Вот что ее зацепило. Ну, дык, тоже девица, однако. Самая настоящая боевая подруга, аутентичная потусторонняя.
– Местный царек проводит кастинг. Кстати, не хочешь попробоваться? Идеальный претендент. Красива, умна, физически развита, в боевых искусствах подкована. Ни дать, ни взять – боевая подруга, причем обаятельная и привлекательная.
Спутница конфузливо сияла. Расплывшиеся в улыбке губки не удержали внутри неудобный вопрос:
– А наложница – это кто?
– Ну… – Я почесал затылок. – Как бы жена. Только не навсегда. Пока есть чувства.
– Странные отношения. Любопытные. Есть своя логика. А страннее всего, что мужчина выбирает женщину, тебе не кажется?
– Так и должно быть, если уж мы оказались в мужском мире.
Кожа на девичьем лбу взлетела, потянув за собой брови, веки, ресницы… На меня уставились круглые непонимающие глаза:
– Это невозможно, потому что просто не может быть!
– Привыкай. Заметила: ты много слышала про конязя, но ни разу про конязьку или какую-нибудь коняжну.
Конязь – однозначно мужик и по титулу самый главный, ни о ком главнее пока не слышали. И выбирает – он. Так что пусть с каким-то прибабахом, но этот мир явно не столь матриархален, как заречный.
– А смотреть местные ходят… на нас?
– Ага, – подтвердил я с ухмылкой. – Вы для них типа развлечения. Бесплатное зрелище из цикла «Бывает же» и «Ну, совсем распустились! Надо проверить, насколько».
– А мы видим только корыта на воде и иногда огоньки костров. Погранцарберы стараются никого не допускать до Большой воды, но их патрули нечасты, и иногда удается…

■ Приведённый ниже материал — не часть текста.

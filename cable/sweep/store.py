"""A sweep's results: one netCDF file per finished point, and the assembled Dataset.

Layout, for ``-o OUT.nc``::

    OUT.nc                    the assembled result (written once every point is stored)
    OUT.nc.points/
        point-000000.nc       one file per point, written (atomically) as it finishes
        point-000001.nc
        ...
        sweep.json            the sweep's identity and the time its first point was started

Each point file holds the point's status, failure reason and scalar measurements (and,
with ``[output] keep_fields = true``, its space-time fields ``vm`` and ``state_*``),
with the swept coordinates as length-1 dimensions, so that the folder reads as one
Dataset::

    xarray.open_mfdataset("OUT.nc.points/*.nc", combine="by_coords", join="outer")

A point file records the identity of its sweep (``sweep_id``, a hash of the case text
with its ``[sweep]``); running the same sweep again with the same output computes only
the points that have no file, and the assembled result is built from the files alone,
so it is the same whether the sweep ran in one go or was interrupted and resumed.
"""

from __future__ import annotations

import contextlib
import json
import os
from datetime import datetime, timezone
from pathlib import Path

import numpy as np
import xarray as xr

from cable.case import CaseError
from cable.io import schema
from cable.io.netcdf import chunk_shape, variable_attrs, write_dataset
from cable.sweep.spec import SweepSpec

#: status of a point (stored as int8 with CF flag attributes); "blocked" came last, so that the
#: codes of files written before it keep their meaning
STATUS = {"ok": 0, "no_capture": 1, "numerical_failure": 2, "invalid_case": 3, "error": 4, "not_computed": 5,
          "blocked": 6}
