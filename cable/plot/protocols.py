"""Figures of the protocol results: strength-duration, refractoriness, restitution, convergence.

Each function takes the Dataset its protocol returns (:func:`cable.strength_duration`,
:func:`cable.refractory_period`, :func:`cable.restitution`, :func:`cable.convergence`),
read back from netCDF or fresh, and draws into the Axes given (pyplot's current one if
omitted). Nothing is recomputed except the curves of the fitted laws, drawn from the
fitted parameters the result carries. :func:`protocol_figure` lays out the panels a
command's ``--figure`` writes.

Looks follow :mod:`cable.plot._common`: curves told apart by dash pattern and marker as
well as colour, so that they stay apart in greyscale print.
"""

from __future__ import annotations

import numpy as np

from cable.case import CaseError
from cable.plot import _common
from cable.protocols.threshold import law_threshold

#: points on each drawn fitted curve (a smooth line on a log axis)
CURVE_POINTS = 200
#: fitted curves run this factor beyond the shortest and longest duration computed
CURVE_MARGIN = 1.5
#: on a log axis spanning at most this many decades, the minor ticks at 2 and 5 are labelled too
MINOR_LABEL_DECADES = 2.0
#: rows of the refractory-period strip, bottom to top
OUTCOMES = ("no capture", "local response only", "propagated")
#: the tangent drawn at the maximal restitution slope reaches this fraction of its
#: segment beyond each end, so that it shows beside the curve rather than on it
TANGENT_OVERHANG = 0.35

#: looks of the marked intervals and of the failures (dark, mid and light greys with
#: distinct dash patterns: they read in greyscale print)
_ERP = {"color": "#1b1b3a", "linestyle": "-", "linewidth": 1.4}
_LOCAL = {"color": "#b8860b", "linestyle": "--", "linewidth": 1.4}
_APD = {"color": "#4a7fb0", "linestyle": ":", "linewidth": 1.6}
_FAIL = {"marker": "x", "markersize": 7, "markeredgewidth": 1.6, "color": "0.25", "linestyle": "none"}
_RING = {"marker": "o", "markersize": 10, "markerfacecolor": "none", "markeredgecolor": "0.2",
         "markeredgewidth": 1.1, "linestyle": "none"}
#: the marks of each fit's chronaxie (and charge intercept): one shape, in the fit's colour, on its curve
_FIT_MARK = "D"
#: the case's own grid in a convergence figure: a large open star
_CASE_GRID = {"marker": "*", "markersize": 15, "markerfacecolor": "none", "markeredgecolor": "#8b2f4b",
              "markeredgewidth": 1.3, "linestyle": "none", "clip_on": False}


#: the two fitted strength-duration laws: (suffix of their variables, name)
_LAWS = (("lapicque", "Lapicque"), ("weiss", "Weiss"))
#: the fitted parameters a strength-duration result carries
_LAW_FITS = tuple(f"{q}_{key}" for key, _law in _LAWS for q in ("rheobase", "chronaxie"))


def _require(ds, names, who, maker):
    missing = [n for n in names if n not in ds.variables]
    if missing:
        have = [str(v) for v in ds.variables]
        raise CaseError(f"{who}: the result has no {', '.join(map(repr, missing))}; it needs the Dataset of "
                        f"{maker}.{_common.nearest_name(missing[0], have)} Variables: {', '.join(have) or '(none)'}.")


def _units(ds, name, default):
    """The typeset unit of a variable (µA/cm², ms)."""
    return _common.unit_text(str(ds[name].attrs.get("units") or default))


def _ms(value) -> str:
    """A duration in a label: one decimal, the precision the protocols' searches report [ms]."""
    return f"{value:.1f}"


def _scalar(ds, name) -> float:
    return float(ds[name]) if name in ds.variables else np.nan


def _legend(ax, legend, **kw):
    if legend:
        ax.legend(fontsize="small", frameon=False, **kw)


def _plain_log(axis) -> None:
    """Tick labels of a log axis as plain numbers (0.5, 2, 10), not powers of ten."""
    from matplotlib.ticker import FuncFormatter

    def minor(v, _pos):
        lo, hi = sorted(axis.get_view_interval())
        if v <= 0 or lo <= 0 or np.log10(hi / lo) > MINOR_LABEL_DECADES:
            return ""
        mantissa = round(v / 10.0 ** np.floor(np.log10(v)), 6)
        return f"{v:g}" if mantissa in (2.0, 5.0) else ""

    axis.set_major_formatter(FuncFormatter(lambda v, _pos: f"{v:g}"))
    axis.set_minor_formatter(FuncFormatter(minor))


def _fits(ds):
    """(suffix, name, rheobase, chronaxie, look) of each strength-duration fit with finite values."""
    for k, (key, law) in enumerate(_LAWS, start=1):
        rh, c = _scalar(ds, f"rheobase_{key}"), _scalar(ds, f"chronaxie_{key}")
        if np.isfinite(rh) and np.isfinite(c):
            yield key, law, rh, c, _common.look(k)


def _fit_mark(ax, x, y, color):
    """A fit's open mark at (x, y): its chronaxie or its charge intercept."""
    # not clipped: the charge intercept sits on the axis at d = 0
    ax.plot([x], [y], marker=_FIT_MARK, markersize=6, markerfacecolor="white", markeredgecolor=color,
            markeredgewidth=1.3, linestyle="none", zorder=4, clip_on=False)


def _at_foot(ax, xs, style, label, xlabel):
    """The x label, and a strip below the axes for points with no value (none without them)."""
    xs = np.asarray(xs, dtype=float)
    xs = xs[np.isfinite(xs)]
    _common.strip_below(ax, [(label, [(xs, style)])], xlabel)


# --------------------------------------------------------------------------- strength-duration
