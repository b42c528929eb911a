"""Conduction velocity: the slope of a linear fit of position against activation time."""

from __future__ import annotations

import numpy as np

from cable.measure import Inputs, Measurement, on_a_strand
from cable.units import CM_PER_MS_TO_M_PER_S

#: fewest nodes a CV fit uses
MIN_FIT_NODES = 3


def window_nodes(x: np.ndarray, window: tuple[float, float]) -> np.ndarray:
    """Indices of the nodes inside ``window`` [cm] (ends included, to a rounding tolerance)."""
    tol = 1e-9 * max(1.0, float(x[-1]))
    return np.flatnonzero((x >= window[0] - tol) & (x <= window[1] + tol))


def default_window(length: float) -> tuple[float, float]:
    """The middle half of the fibre [cm]."""
    return (0.25 * length, 0.75 * length)


def conduction_velocity(activation: np.ndarray, x: np.ndarray, window) -> np.ndarray:
    """CV [m/s] per beat from ``activation`` (nbeat, n) [ms].

    NaN for a beat that did not activate every node of the window (block, no capture).
    The speed is unsigned: a wave running leftward has the same CV.
    """
    nodes = window_nodes(x, window)
    out = np.full(activation.shape[0], np.nan)
    if nodes.size < MIN_FIT_NODES:
        return out
    xs = x[nodes]
    for b in range(activation.shape[0]):
        t = activation[b, nodes]
        if not np.all(np.isfinite(t)) or np.ptp(t) <= 0:
            continue
        slope = np.polyfit(t, xs, 1)[0]  # cm/ms
        out[b] = abs(slope) * CM_PER_MS_TO_M_PER_S
    return out


def _velocity(inputs: Inputs) -> dict:
    cv = conduction_velocity(inputs.beats.activation, inputs.setup.x, inputs.setup.cv_window)
    return {"conduction_velocity": (("beat",), cv)}


MEASUREMENT = Measurement("conduction velocity", ("conduction_velocity",), _velocity, on_a_strand, order=10)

– Вот тогда вами и любуются, – завершил я. – Пойдем, боевая подруга.
Обращение спутнице понравилось. Она вспыхнула, озарилась животворящим внутренним светом, полившимся из всех отверстий и даже через радостно разгладившуюся заблестевшую кожу. И походка стала упругой, легкой, танцующей. Волосы как будто высохли в один миг и уложились в прическу. Где-то что-то чувственно выпятилось, где-то, наоборот, стыдливо подобралось.